Task:
From the entries below, output the line with "bytes, std::size_t size);" and each following line up to and including the line with "bytes are characters", exactly as written.
*** Extracted entries ***
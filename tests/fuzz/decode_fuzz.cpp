// Modbus answers and register words as a hostile device might send them.
//
// Input: what the request was (8 bytes: transaction 2, unit, table, address 2, count 2), how the
// words are to be decoded (type, order), then the frame as it came over TCP. The same bytes are
// tried as a serial frame.
#include "sensors/blocks.h"
#include "sensors/decode.h"
#include "sensors/frame.h"
#include "sensors/point.h"

#include <cmath>
#include <cstddef>
#include <cstdint>
#include <cstdlib>
#include <span>

namespace lostwork {
namespace {

constexpr std::size_t head = 10;

void must(bool holds) {
  if (!holds) {
    std::abort();
  }
}

std::uint16_t word(std::span<const std::uint8_t> bytes, std::size_t i) {
  return static_cast<std::uint16_t>((bytes[i] << 8U) | bytes[i + 1]);
}

template <class E>
E enumerator(std::uint8_t byte) {
  return static_cast<E>(byte % static_cast<std::uint8_t>(E::count));
}

// An answer has all its words or none, and a value that is passed on is finite.
void check(const BlockRequest& request, const RegisterSpec& spec, const BlockAnswer& answer) {
  must(answer.words.size() == (answer.failure ? 0U : request.count));
  for (std::size_t i = 0; i < answer.words.size(); ++i) {
    const auto value = decode(spec, std::span{answer.words}.subspan(i));
    if (!value) {
      must(value.error() == Quality::sentinel || value.error() == Quality::out_of_range);
      continue;
    }
    must(std::isfinite(*value));
    PointSpec point;
    point.role = Role::suction_pressure;
    point.unit = Unit::bar_gauge;
    point.accuracies = {PercentOfReading{.percent = 1.0}};
    const Reading reading = reading_of(point, *value, 100.0, Instant{});
    must(reading.quality != Quality::good || (reading.value_SI > 0.0 && reading.u_SI >= 0.0));
  }
}

void try_answer(std::span<const std::uint8_t> bytes) {
  if (bytes.size() < head) {
    return;
  }
  const std::uint16_t transaction = word(bytes, 0);
  BlockRequest request{.unit = bytes[2],
                       .table = enumerator<Table>(bytes[3]),
                       .address = word(bytes, 4),
                       .count = 1};
  const int most = holds_bits(request.table) ? 2000 : 125;
  request.count = static_cast<std::uint16_t>(1 + word(bytes, 6) % most);
  const RegisterSpec spec{
      .type = enumerator<RawType>(bytes[8]),
      .order = enumerator<ByteOrder>(bytes[9]),
      .scale = 0.1,
      .sentinels = {0x8000, 0x7FC00000}
  };
  const auto frame = bytes.subspan(head);
  check(request, spec, tcp_answer(request, transaction, frame));
  check(request, spec, rtu_answer(request, frame));
}

}  // namespace
}  // namespace lostwork

extern "C" int LLVMFuzzerTestOneInput(const std::uint8_t* bytes, std::size_t size) {
  lostwork::try_answer({bytes, size});
  return 0;
}
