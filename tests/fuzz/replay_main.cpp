// Runs a fuzz target over the files of a stored corpus: its main() where libFuzzer is not linked.
#include <cstddef>
#include <cstdint>
#include <cstdio>
#include <filesystem>
#include <fstream>
#include <iterator>
#include <vector>

extern "C" int LLVMFuzzerTestOneInput(const std::uint8_t* bytes, std::size_t size);

int main(int argc, char** argv) {
  std::size_t runs = 0;
  for (int i = 1; i < argc; ++i) {
    for (const auto& entry : std::filesystem::directory_iterator{argv[i]}) {
      std::ifstream file{entry.path(), std::ios::binary};
      const std::vector<char> text{std::istreambuf_iterator<char>{file}, {}};
      const std::vector<std::uint8_t> bytes{text.begin(), text.end()};
      LLVMFuzzerTestOneInput(bytes.data(), bytes.size());
      ++runs;
    }
  }
  std::printf("%zu inputs\n", runs);
  return runs > 0 ? 0 : 1;
}
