// Any bytes as a request: method, target, origin and content type on a line each, then the body.
// The router must answer something, and never end a head early.
#include "daemon/web/router.h"

#include <chrono>
#include <cstddef>
#include <cstdint>
#include <cstdlib>
#include <string_view>
#include <variant>

namespace {

std::string_view line(std::string_view& rest) {
  const std::size_t end = rest.find('\n');
  const std::string_view taken = rest.substr(0, end);
  rest.remove_prefix(end == std::string_view::npos ? rest.size() : end + 1);
  return taken;
}

lostwork::PlantView small_plant() {
  lostwork::PlantView view;
  view.machines.emplace_back().id = "chiller-1";
  return view;
}

}  // namespace

extern "C" int LLVMFuzzerTestOneInput(const std::uint8_t* data, std::size_t size) {
  using lostwork::Answer;
  static const lostwork::PlantView view = small_plant();
  static lostwork::Router router{view,
                                 [](lostwork::Instant /*time*/) { return std::chrono::seconds{0}; },
                                 lostwork::allowed_hosts("127.0.0.1", 8470)};
  std::string_view rest{reinterpret_cast<const char*>(data), size};  // NOLINT: bytes are characters
  lostwork::Request request{};
  request.host = "127.0.0.1:8470";
  request.method = line(rest);
  request.target = line(rest);
  request.origin = line(rest);
  request.content_type = line(rest);
  request.body = rest;
  const lostwork::Action action = router.route(request);
  if (const auto* answer = std::get_if<Answer>(&action)) {
    const std::string head = head_of(*answer, lostwork::AfterAnswer::close);
    if (head.find("\r\n\r\n") != head.size() - 4 || answer->status < 200) {
      std::abort();
    }
  }
  return 0;
}
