def _find_number_form(sample: Sample, draft: Draft) -> None:
    """Find the decimal sign, and what stands between thousands."""
    comma = point = 0
    marks: Counter[str] = Counter()
    for row in sample.rows[:1000]:
        for cell in map(str.strip, row):
            grouped = _GROUPED.fullmatch(cell)
            if grouped and grouped[2] and grouped[2] != grouped[1]:
                marks[grouped[1]] += 1
                comma += grouped[2] == ","
                point += grouped[2] == "."
            elif _COMMA.fullmatch(cell):
                comma += 1
            elif "." in cell and _PLAIN.fullmatch(cell):
                point += 1
    if comma > point:
        draft.decimal = ","
        if point:
            draft.unsure["decimal"] = f"{point:,} cells of the first rows have a decimal point"
    marks.pop(draft.decimal, None)
    if marks:
        draft.thousands = marks.most_common(1)[0][0]


def _is_number(cell: str, draft: Draft) -> bool:
    if draft.thousands:
        cell = cell.replace(draft.thousands, "")
    return _PLAIN.fullmatch(cell.replace(draft.decimal, ".")) is not None


def _are_numbers(cells: Sequence[str], draft: Draft) -> bool:
    return bool(cells) and sum(_is_number(cell, draft) for cell in cells) >= MOST * len(cells)


# --- Columns --------------------------------------------------------------------------------------

#: Headings of ours to look for, by the kind of file; the surest come first.
_LOADS = (
    *("meter_id", "unit_id", "read_at", "date", "quality"),
    *("kwh", "kvarh", "kw", "kva", "kvar", "amps_lv", "amps_hv"),
)
_WEATHER = ("station_id", "read_at", "air_temp_c", "air_temp_f", "quality")
_CONNECTIONS = HEADINGS["connections"]
_UNITS = HEADINGS["units"]
_OTHERS = tuple(dict.fromkeys([*HEADINGS["monthly"], *HEADINGS["unmetered"], *_UNITS]))

#: Headings that only a register of units has.
_OF_UNITS = frozenset(_UNITS) - {"unit_id", "site_id", "customers", "weather_station"}

_VALUES = frozenset(_LOADS[5:]) | {"air_temp_c", "air_temp_f", "rated_kva"}


def _find_columns(sample: Sample, draft: Draft) -> None:
    for ours in _wanted(sample):
        place = _place_of(sample, draft, ours)
        if place is not None:
            draft.columns[ours] = place
    if {"read_at", "date"} <= set(draft.columns):
        day, clock = draft.columns["date"], draft.columns["read_at"]
        if not _are_times(sample.column(clock)):
            del draft.columns["read_at"]
            if _VALUES & set(draft.columns):
                draft.remarks.append(
                    f"The time of a reading stands in two columns, {sample.headings[day]!r} and "
                    f"{sample.headings[clock]!r}: bring them together in one before taking it in."
                )
        elif _VALUES & set(draft.columns):
            del draft.columns["date"]
    for ours, place in draft.columns.items():
        _find_unit(sample, draft, ours, place)
    taken = set(draft.columns.values())
    draft.left_out = [place for place in range(len(sample.headings)) if place not in taken]
    for place in draft.left_out:
        if RECEIVED.search(sample.headings[place]):
            draft.remarks.append(
                f"{sample.headings[place]!r} seems to be energy received from customers. Energy that "
                "is exported is a negative reading; a column of its own is not taken in."
            )


def _wanted(sample: Sample) -> Sequence[str]:
    """Return the headings of ours to look for, by the kind of file this seems to be."""
    words = {bare(heading_and_unit(heading)[0]) for heading in sample.headings}
    words |= set(map(bare, sample.headings))

    def named(*ours: str) -> set[str]:
        return {each for each in ours if words & {bare(each), *HEADING_WORDS.get(each, ())}}

    n_shown = min(SHOWN_COLUMNS, len(sample.headings))
    timed = bool(named("read_at")) or any(_are_times(sample.column(at)) for at in range(n_shown))
    if "unit_id" in named("unit_id") and len(named(*_OF_UNITS)) >= 2:
        return _UNITS
    of_connections = named("starts_on", "multiplier", "class") or not timed
    if of_connections and named("meter_id") and named("unit_id", "site_id"):
        return _CONNECTIONS
    if not timed:
        return _OTHERS
    temperature = named("air_temp_c", "air_temp_f")
    return _WEATHER if temperature and not named("meter_id", "kw", "kva") else _LOADS


def _place_of(sample: Sample, draft: Draft, ours: str) -> int | None:
    """Return the place of the heading that seems to be one of ours; the surest word wins."""
    taken = set(draft.columns.values())
    headings = sample.headings
    for place, heading in enumerate(headings):
        if matched(heading) == matched(ours) and place not in taken:
            return place
    for word in (bare(ours), *HEADING_WORDS.get(ours, ())):
        for place, heading in enumerate(headings):
            if place in taken or RECEIVED.search(heading):
                continue
            plain, unit = heading_and_unit(heading)
            if word in (bare(heading), bare(plain)) and _may_be(ours, unit, sample, place, draft):
                return place
    return None


def _may_be(ours: str, unit: str | None, sample: Sample, place: int, draft: Draft) -> bool:
    """Say whether unit and cells agree with a heading of ours."""
    if unit is not None and ours in UNITS and unit_named(ours, unit) is None:
        return False
    if ours == "air_temp_f" and unit not in (None, "F", "°F"):
        return False
    cells = sample.column(place)[:200]
    return ours not in _VALUES or not cells or _are_numbers(cells, draft)


def _find_unit(sample: Sample, draft: Draft, ours: str, place: int) -> None:
    if ours not in UNITS:
        return
    heading = sample.headings[place]
    unit = heading_and_unit(heading)[1]
    whole = bare(heading)
    named = unit_named(ours, unit) if unit else None
    if named is None:
        named = next((each for each in UNITS[ours] if whole == each.casefold()), None)
    if named is not None:
        if UNITS[ours][named] != "{}":
            draft.units[ours] = named
    elif ours == "air_temp_c" and unit is None and whole[-1:] != "c":
        draft.unsure[ours] = "the heading does not say whether degrees are °C or °F"
        numbers = [_value(cell, draft) for cell in sample.column(place)[:2000]]
        if numbers and max(numbers) > 55:
            draft.units[ours] = "°F"
    elif ours in ("kwh", "kw") and ours not in whole and unit is None:
        unit_assumed = "kWh" if ours == "kwh" else "kW"
        draft.unsure[ours] = f"the heading does not say its unit; {unit_assumed} is assumed"


def _value(cell: str, draft: Draft) -> float:
    try:
        return float(cell.replace(draft.thousands or "\0", "").replace(draft.decimal, "."))
    except ValueError:
        return 0.0


# --- Times ----------------------------------------------------------------------------------------

#: How dates begin, and the patterns that each may mean; {0} is the sign between its parts.
_DATES = [
    (re.compile(r"\d{1,2}([-/.])\d{1,2}\1\d{4}"), ("%m{0}%d{0}%Y", "%d{0}%m{0}%Y")),
    (re.compile(r"\d{1,2}([-/.])\d{1,2}\1\d{2}(?!\d)"), ("%m{0}%d{0}%y", "%d{0}%m{0}%y")),
    (re.compile(r"\d{4}([-/.])\d{1,2}\1\d{1,2}"), ("%Y{0}%m{0}%d",)),
    (re.compile(r"\d{1,2}([-/ ]?)[A-Za-z]{3}\1\d{4}"), ("%d{0}%b{0}%Y",)),
    (re.compile(r"\d{1,2}([-/ ]?)[A-Za-z]{3}\1\d{2}(?!\d)"), ("%d{0}%b{0}%y",)),
    (re.compile(r"\d{1,2}( )[A-Za-z]{4,9} \d{4}"), ("%d %B %Y",)),
    (re.compile(r"[A-Za-z]{3,9}( )\d{1,2} \d{4}"), ("%b %d %Y", "%B %d %Y")),
    (re.compile(r"[A-Za-z]{3,9}( )\d{1,2}, \d{4}"), ("%b %d, %Y", "%B %d, %Y")),
    (re.compile(r"\d{4}()\d{2}\d{2}"), ("%Y%m%d",)),
]
_CLOCKS = {
    "%H:%M": r"\d{1,2}:\d{2}",
    "%H:%M:%S": r"\d{1,2}:\d{2}:\d{2}",
    "%H:%M:%S.%f": r"\d{1,2}:\d{2}:\d{2}\.\d{1,6}",
    "%I:%M %p": r"\d{1,2}:\d{2} [AaPp][Mm]",
    "%I:%M%p": r"\d{1,2}:\d{2}[AaPp][Mm]",
    "%I:%M:%S %p": r"\d{1,2}:\d{2}:\d{2} [AaPp][Mm]",
    "%I:%M:%S%p": r"\d{1,2}:\d{2}:\d{2}[AaPp][Mm]",
    "%H.%M": r"\d{1,2}\.\d{2}",
    "%H%M": r"\d{4}",
    "%H%M%S": r"\d{6}",
}
#: What stands behind a date: a sign, a time of day, and an offset from UTC.
_BEHIND = {
    pattern: re.compile(rf"( - |, | |T|:|){clock}(?:( ?)(?:Z|[+-]\d\d:?\d\d))?")
    for pattern, clock in _CLOCKS.items()
}
_DATE_HEADINGS = ("date", "installed_on", "removed_on", "starts_on", "ends_on")
_END_OF_DAY = re.compile(r"\b24:00")


def _are_times(cells: Sequence[str]) -> bool:
    """Say whether cells hold dates, with or without a time of day."""
    some = [cell for cell in cells[:50] if not _END_OF_DAY.search(cell)]
    if not some:
        return False
    if all(cell.isdecimal() for cell in some):  # eight digits are a date only where they read so
        return all(len(cell) in (8, 12, 14) for cell in some) and bool(_patterns(some))
    return _are_iso(some) or bool(_patterns(some))


def _are_iso(cells: Sequence[str]) -> bool:
    return sum(_iso(cell) is not None for cell in cells) >= MOST * len(cells)


def _iso(cell: str) -> dt.datetime | None:
    try:
        return dt.datetime.fromisoformat(cell)
    except ValueError:
        return None


def _patterns(cells: Sequence[str]) -> list[str]:
    """Return the patterns by which most cells can be read, and none more than by another."""
    candidates = dict.fromkeys(pattern for cell in cells[:20] for pattern in _patterns_of(cell))
    times = {
        pattern: sum(_read(cell, pattern) is not None for cell in cells)
        for pattern in itertools.islice(candidates, MOST_PATTERNS)
    }
    most = max(times.values(), default=0)
    return [pattern for pattern, n in times.items() if n == most and n >= MOST * len(cells)]


def _patterns_of(cell: str) -> Iterator[str]:
    for form, patterns in _DATES:
        found = form.match(cell)
        if found is None:
            continue
        behind = cell[found.end() :]
        ends = [""] if not behind else list(_clocks_of(behind))
        for pattern, end in itertools.product(patterns, ends):
            yield pattern.format(found[1]) + end


def _clocks_of(text: str) -> Iterator[str]:
    for clock, form in _BEHIND.items():
        found = form.fullmatch(text)
        if found is not None:
            yield found[1] + clock + (f"{found[2]}%z" if found[2] is not None else "")


def _read(cell: str, pattern: str) -> dt.datetime | None:
    try:
        read = dt.datetime.strptime(cell, pattern)
    except ValueError:
        return None
    return read if 1970 <= read.year <= 2100 else None


def _find_times(sample: Sample, draft: Draft) -> None:
    """Find how stamps and dates are written."""
    for ours in ("read_at", "date"):
        if ours in draft.columns:
            cells = sample.column(draft.columns[ours])
            draft.is_local = not any(re.search(r"(Z|[+-]\d\d:?\d\d)$", cell) for cell in cells[:5])
    if "read_at" in draft.columns:
        place = draft.columns["read_at"]
        draft.stamps_at_end = AT_END.search(sample.headings[place]) is not None
        draft.stamp_format = _pattern_of(sample.column(place), "stamp_format", draft)
    dates = [
        cell
        for ours in _DATE_HEADINGS
        if ours in draft.columns
        for cell in sample.column(draft.columns[ours])
    ]
    draft.date_format = _pattern_of(dates, "date_format", draft)


def _pattern_of(cells: Iterable[str], key: str, draft: Draft) -> str | None:
    """Return the pattern of some stamps or dates; None where they are ISO 8601 or not recognised."""
    distinct = list(dict.fromkeys(cells))
    if any(_END_OF_DAY.search(cell) for cell in distinct):
        draft.stamps_at_end = True
        distinct = [cell for cell in distinct if not _END_OF_DAY.search(cell)]
    if not distinct or _are_iso(distinct):
        return None
    pattern, doubt = _chosen(distinct, _patterns(distinct))
    if doubt:
        draft.unsure[key] = doubt
    return pattern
***
Exercise output:
extern "C" int LLVMFuzzerTestOneInput(const std::uint8_t* bytes, std::size_t size);

int main(int argc, char** argv) {
  std::size_t runs = 0;
  for (int i = 1; i < argc; ++i) {
    for (const auto& entry : std::filesystem::directory_iterator{argv[i]}) {
      std::ifstream file{entry.path(), std::ios::binary};
      const std::vector<char> text{std::istreambuf_iterator<char>{file}, {}};
      const std::vector<std::uint8_t> bytes{text.begin(), text.end()};
      LLVMFuzzerTestOneInput(bytes.data(), bytes.size());
      ++runs;
    }
  }
  std::printf("%zu inputs\n", runs);
  return runs > 0 ? 0 : 1;
}
// Any bytes as a request: method, target, origin and content type on a line each, then the body.
// The router must answer something, and never end a head early.
#include "daemon/web/router.h"

#include <chrono>
#include <cstddef>
#include <cstdint>
#include <cstdlib>
#include <string_view>
#include <variant>

namespace {

std::string_view line(std::string_view& rest) {
  const std::size_t end = rest.find('\n');
  const std::string_view taken = rest.substr(0, end);
  rest.remove_prefix(end == std::string_view::npos ? rest.size() : end + 1);
  return taken;
}

lostwork::PlantView small_plant() {
  lostwork::PlantView view;
  view.machines.emplace_back().id = "chiller-1";
  return view;
}

}  // namespace

extern "C" int LLVMFuzzerTestOneInput(const std::uint8_t* data, std::size_t size) {
  using lostwork::Answer;
  static const lostwork::PlantView view = small_plant();
  static lostwork::Router router{view,
                                 [](lostwork::Instant /*time*/) { return std::chrono::seconds{0}; },
                                 lostwork::allowed_hosts("127.0.0.1", 8470)};
  std::string_view rest{reinterpret_cast<const char*>(data), size};  // NOLINT: bytes are characters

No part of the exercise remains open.